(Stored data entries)
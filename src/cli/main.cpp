// bine: hop substitution, aroma blending and bitterness arithmetic for brewers.
// This file only wires commands; every computation lives in bine_core.
#include <CLI/CLI.hpp>
#include <fmt/format.h>

#include <exception>
#include <iostream>

#include "cli/commands.hpp"
#include "model/errors.hpp"

namespace {

int print_error_lines(const std::vector<std::string>& lines) {
  for (const auto& line : lines) std::cerr << "bine: error: " << line << '\n';
  return bine::kExitBadInput;
}

}  // namespace

int main(int argc, char** argv) {
  CLI::App app{
      "bine: find hop substitutes, design late-hop blends to a target aroma, and hold a recipe's IBU\n"
      "when lots, alpha acids or storage change. All computations run on your CPU; results are\n"
      "estimates from published models. Hot wort scalds: take care around the kettle and whirlpool."};
  app.name("bine");
  app.set_version_flag("--version", std::string("bine ") + BINE_VERSION);
  app.require_subcommand(1);
  app.fallthrough();

  bine::cli::GlobalOptions globals;
  app.add_option("--data", globals.data_dir, "descriptor-data folder (default: $BINE_DATA, else the installed or source-tree data)")
      ->envname("BINE_DATA");
  app.add_option("--catalog", globals.catalogs, "a catalog file of your own, merged with the shipped ones (repeatable)");
  app.add_option("--units", globals.units, "units for text output: metric (g, L, C) or us (oz, gal, F)")
      ->check(CLI::IsMember({"metric", "us"}));
  app.add_flag("--timings", globals.timings, "print phase timings to stderr");

  bine::cli::setup_catalog_command(app, globals);
  bine::cli::setup_ibu_command(app, globals);
  bine::cli::setup_age_command(app, globals);
  bine::cli::setup_rebalance_command(app, globals);
  bine::cli::setup_swap_command(app, globals);
  bine::cli::setup_blend_command(app, globals);

  try {
    app.parse(argc, argv);
  } catch (const CLI::CallForHelp& e) {
    return app.exit(e);
  } catch (const CLI::CallForAllHelp& e) {
    return app.exit(e);
  } catch (const CLI::CallForVersion& e) {
    return app.exit(e);
  } catch (const CLI::ParseError& e) {
    std::cerr << "bine: error: " << e.what() << " (run 'bine --help' or 'bine COMMAND --help')\n";
    return bine::kExitBadInput;
  } catch (const bine::InputError& e) {
    return print_error_lines(e.lines());
  } catch (const bine::Infeasible& e) {
    std::cerr << "bine: cannot do that: " << e.what() << '\n';
    return bine::kExitInfeasible;
  } catch (const std::bad_alloc&) {
    std::cerr << "bine: error: out of memory (is an input unreasonably large?)\n";
    return bine::kExitBadInput;
  } catch (const std::exception& e) {
    // A bug, not bad input: say so plainly rather than leak a library's message.
    std::cerr << "bine: internal error; please report it with the command you ran\n";
    return 70;
  }
  return 0;
}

TASK DETAILS: Show each line in the data where the string "lines" appears.

EXPECTED ANSWER:
int print_error_lines(const std::vector<std::string>& lines) {
  for (const auto& line : lines) std::cerr << "bine: error: " << line << '\n';
    return print_error_lines(e.lines());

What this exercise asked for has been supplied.